Stephen Moore Drops Out Fed Board Race After Sexist Writings, Racist Joke About the Obamas Resurface

Stephen Moore, one of President Donald Trump’s embattled picks to serve on the Federal Reserve Board and his former campaign adviser, withdrew from his candidacy for a spot on the board.

In the letter, Moore blamed “unrelenting attacks on my character” for his reason to drop out, even though in an interview with Bloomberg News just several hours earlier he said he thought he had a good chance of winning the seat.

Trump’s Twitter message confirmed the withdrawal. The president called Moore a “fine person.”

Related Story: Trump’s Fed Reserve Board Pick Stephen Moore Under Fire for Sexist Comments on Women in Sports

But even Republicans couldn’t get behind Moore, whose writings back in the early 2000s belittled and degraded women, including his wife at the time.

Here’s what he wrote about women in sports:

“No more women refs, no women announcers, no women beer vendors, no women anything… There is, of course, an exception to this rule. Women are permitted to participate, if and only if, they look like Bonnie Bernstein. The fact that Bonnie knows nothing about basketball is entirely irrelevant.”

As a guest on PBS’ “Firing Line With Margaret Hoover” on Tuesday, Moore tried to defend the following racist joke he made about a fake headline and the Obamas in 2016:

“There’s that great cartoon going along that [shows] the New York Times headline ‘First Thing Donald Trump Does As President Is Kick a Black Family Out of Public Housing,’ and it has Obama leaving the White House. I mean, I just love that one!”

The New York Times reports that in an appearance on C-SPAN in 2000, Moore argued women earning more than men was leading to a decline in the American family.

“It’s not a good thing that Black women are making more than Black men today,” he said. “In fact, the male needs to be the breadwinner of the family, and one of the reasons I think you’ve seen the decline of the family, not just in the Black community, but also it’s happening now in the white community as well, is because women are more economically self-sufficient,” he said. “So, I would like to see an increase in Black earnings because Black men have not closed the gap as much as Black women have.”

Moore is also under scrutiny for a $75,000 IRS income tax lien and a messy divorce that included Moore shorting his ex-wife for years on the amount he was supposed to pay her for alimony, according to The Guardian.

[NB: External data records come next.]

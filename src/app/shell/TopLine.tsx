import { useStore } from '../store/context.ts';
import type { Job } from '../store/jobs.ts';
import { readable } from '../store/units.ts';
import { Button } from '../widgets/Button.tsx';
import { ProgressLine } from '../widgets/ProgressLine.tsx';
import { windInWords } from './windWords.ts';

export type ShellDialog = 'work' | 'settings' | 'help';

/** What is on the bench, and what runs in the background. */
export function TopLine(props: { open: (dialog: ShellDialog) => void }) {
  const store = useStore();
  const { texts } = store;
  const words = texts.topLine;
  const labels = store.undoLabels.value;
  return (
    <header class="top" aria-label={words.label}>
      <CraftItem />
      <GainsItem />
      <div class="top-item" data-item="wind">
        <span class="name">{words.wind}</span>
        {windInWords(store.wind.value, store.settings.value.units, texts.wind)}
      </div>
      <div class="top-item" data-item="loop">
        <span class="name">{words.loop}</span>
        <span>
          {readable(store.gains.value.loop_Hz)}
          <span class="unit"> Hz</span>
        </span>
      </div>
      <div class="top-fill">
        <div class="jobs" role="group" aria-label={texts.jobs.label}>
          {store.jobs.current.value.map((job) => (
            <JobItem key={job.id} job={job} />
          ))}
        </div>
        <SaveItem />
      </div>
      <div class="top-tools">
        <Button
          quiet
          disabled={labels.undo === null}
          title={`${words.undo(labels.undo)} (Ctrl+Z)`}
          onClick={() => store.undo()}
        >
          {words.undoShort}
        </Button>
        <Button
          quiet
          disabled={labels.redo === null}
          title={`${words.redo(labels.redo)} (Ctrl+Shift+Z)`}
          onClick={() => store.redo()}
        >
          {words.redoShort}
        </Button>
        <Button quiet title={words.workHint} onClick={() => props.open('work')}>
          {words.work}
        </Button>
        <Button quiet title={`${words.settings} (Alt+S)`} onClick={() => props.open('settings')}>
          {words.settings}
        </Button>
        <Button quiet title={`${words.help} (Alt+H)`} onClick={() => props.open('help')}>
          {words.help}
        </Button>
      </div>
    </header>
  );
}

function CraftItem() {
  const store = useStore();
  const words = store.texts.topLine;
  return (
    <div class="top-item" data-item="craft">
      <label class="name" for="top-craft">
        {words.craft}
      </label>
      <select
        id="top-craft"
        aria-label={words.craft}
        value={store.craft.value.id}
        onChange={(event) => store.chooseCraft(event.currentTarget.value)}
      >
        {store.crafts.value.map((craft) => (
          <option key={craft.id} value={craft.id}>
            {craft.build.name}
          </option>
        ))}
      </select>
      {store.buildChanged.value ? <ChangedMark /> : null}
    </div>
  );
}

function GainsItem() {
  const store = useStore();
  const words = store.texts.topLine;
  const nameOf = (gains: { name?: string } | null) => gains?.name ?? words.unnamed;
  const b = store.gainsB.value;
  return (
    <div class="top-item" data-item="gains">
      <span class="name">{words.gains}</span>
      {b === null ? (
        <strong>{nameOf(store.gains.value)}</strong>
      ) : (
        <select
          aria-label={words.side}
          value={store.side.value}
          onChange={(event) => store.chooseSide(event.currentTarget.value === 'B' ? 'B' : 'A')}
        >
          <option value="A">A {nameOf(store.gainsA.value)}</option>
          <option value="B">B {nameOf(b)}</option>
        </select>
      )}
      {store.gainsChanged.value ? <ChangedMark /> : null}
    </div>
  );
}

function ChangedMark() {
  const words = useStore().texts.topLine;
  return (
    <span class="changed" role="img" aria-label={words.changed} title={words.changed}>
      {words.changedMark}
    </span>
  );
}

function JobItem(props: { job: Job }) {
  const words = useStore().texts.jobs;
  const { job } = props;
  const share = job.share.value;
  return (
    <div class="job">
      <span class="job-label">{job.label}</span>
      <ProgressLine share={share} label={job.label} />
      <span>{words.share(share)}</span>
      <span class="faint">{words.left(job.left_s.value)}</span>
      {job.stop === null ? null : (
        <Button quiet name={words.stopNamed(job.label)} onClick={job.stop}>
          {words.stop}
        </Button>
      )}
    </div>
  );
}

function SaveItem() {
  const store = useStore();
  const words = store.texts.save;
  const state = store.saveState.value;
  const title =
    state.kind === 'off'
      ? words.offLong(state.reason)
      : state.kind === 'failed'
        ? words.failedLong(state.reason)
        : undefined;
  return (
    <span
      class="save-state"
      data-kind={state.kind}
      data-revision={state.kind === 'saved' ? (state.revision ?? undefined) : undefined}
      title={title}
    >
      {words[state.kind]}
    </span>
  );
}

A Virginia judge had found Moore in contempt of court in 2012 for reneging on more than $330,000 in settlement, alimony and child support payments to Allison.

Moore even tried to compare his situation to Justice Brett Kavanaugh, whose nomination to the Supreme Court was mired in accusations of sexual assault.

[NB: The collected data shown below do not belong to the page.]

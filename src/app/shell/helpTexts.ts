/** English texts of the manual: what each place is for and how to work there. Read in Help, beside its picture. */
import type { PlaceName } from '../store/document.ts';

export interface PlaceHelp {
  readonly what: string;
  readonly steps: readonly string[];
  /** What is easily overlooked. */
  readonly mind: string;
  /** What the picture shows, for those who do not see it. */
  readonly picture: string;
}

export const helpTexts = {
  here: (place: string) => `Here: ${place}`,
  manual: 'The other places',
  startGuide: 'Start the guide',
  resumeGuide: 'Show the guide',
  mind: 'Mind:',
} as const;

export const PLACE_HELP: Readonly<Record<PlaceName, PlaceHelp>> = {
  measure: {
    what: 'Turns what a scale, a string, a stopwatch and a thrust stand say into the build: the numbers that the simulation flies.',
    steps: [
      'Begin with the numbers of the build: all-up mass, propeller, motor, battery, ESC, gyro. Every field says its unit and its limits.',
      'Swing test: hang the craft on two wires or as a pendulum and time some swings a few times. Inertia comes out with how well it is known.',
      'Thrust stand: give the file as it is; columns and units are read from its heads. Coefficients, their change with speed and the motor’s constants come out.',
      'Spin-up and gyro at rest give the motor’s lag and the sensor’s noise.',
      'Accept takes a result into the build; undo takes it out again.',
    ],
    mind: 'Propellers off for everything that needs none. A thrust stand is guarded, bolted down and run from a distance, with eye protection on.',
    picture: 'Measure: the worksheet of a swing test with its cautions and its form',
  },
  shape: {
    what: 'Gains with the loop in view: how much margin each one leaves, how the craft answers a step and a gust, what noise reaches the motors.',
    steps: [
      'Change a gain with its slider, its field or the arrow keys (Shift for fine steps). Double-click brings the saved value back.',
      'Read the sentence about the smallest margin first; the table and the plots say why.',
      'Propose starting gains when there are none: limits that held them back are named.',
      'Put a second set in B to see both in every plot.',
      'Firmware units shows the same gains as your firmware counts them, and what changes with the loop rate.',
    ],
    mind: 'The linear model knows no saturation and no wind: a set that looks good here still has to fly and to be proven.',
    picture: 'Shape: gain fields, the table of margins, Bode, Nyquist, sensitivity and step plots',
  },
  fly: {
    what: 'Your build in real time, by keyboard, gamepad, transmitter on USB or touch, with gains and wind that change in flight.',
    steps: [
      'Space arms, the climb key lifts. Self-levelling and height hold are on for keys.',
      'The panel at the side changes gains, filters, noise, wind and faults while you fly.',
      'The tape keeps every tick: drag it back, then fly on from there.',
      'Sound makes noise in the motors audible. A mark says when a motor has nothing left to give.',
      'Save the record to look at it elsewhere or to give it to Match.',
    ],
    mind: 'Sticks from a transmitter fly without help, as the real craft would. Calibrate them first.',
    picture: 'Fly: the craft at the estuary bridge, the plan of its corners, the tape of rates and commands',
  },
  prove: {
    what: 'The same flights again and again: steps, gusts, turbulence, faults. Scores with bands say what held and what did not.',
    steps: [
      'Run all trials, or one. A row opens to its scores and to where each band comes from.',
      'With a set B beside A both fly through the same gusts.',
      'The map fills from coarse to fine: see how far you are from the edge in two gains at once.',
      'Spread flies the build as it might be, within what your measurements leave open.',
    ],
    mind: 'A pass is about this build in this wind on this seed. It is not clearance to fly.',
    picture: 'Prove: the table of trials, what each is for, some with their results',
  },
  match: {
    what: 'Lays the simulation over a log of the real craft and corrects the model from it.',
    steps: [
      'Drop a log as CSV; say which column is what where it cannot be told.',
      'Read which pieces were used and how sure each result is. An axis that was not moved has no numbers and says so.',
      'Take the corrected build when the difference is believable; then look at the gains again.',
    ],
    mind: 'Excite an axis gently, high enough, in calm air. A log of a smooth hover tells nothing about gain or lag.',
    picture: 'Match: the field for a log, and what makes a log worth having',
  },
  carry: {
    what: 'What leaves the screen: the pre-flight sheet, constants in your firmware’s units, build and gains as files or in a link.',
    steps: [
      'Run the sheet’s trials; results from Prove of the same build and gains are on it already.',
      'Prove the wind limit: gusts of rising speed from four sides and turbulence of rising level, over several seeds.',
      'Choose the gain convention, print or save as PDF: two pages, black on white.',
      'Work (Alt+W) holds crafts, the history of gain sets with notes, and one archive of everything.',
    ],
    mind: 'The sheet names what was not tested. Propellers off for the first power-up, restrained first hover, eye protection, clear area, kill switch tried, sound battery; local rules and licensed practice come first.',
    picture: 'Carry: the pre-flight sheet as it will print',
  },
};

“You know, they’re pulling a Kavanaugh against me,” he told a radio interviewer in late April.

Moore refused to acknowledge the weight of his past sexist and insulting articles.

“If it comes down to things I wrote 18 years ago that were impolitic, that I’ve apologized for, that were, you know, insulting, then I’m in trouble,” he told CNBC in an interview April 30.

Trump’s other nomination for another open spot on the board, Herman Cain, also dropped out less than two weeks ago after pushback on his nomination from Republican senators and revived accusations of sexual misconduct.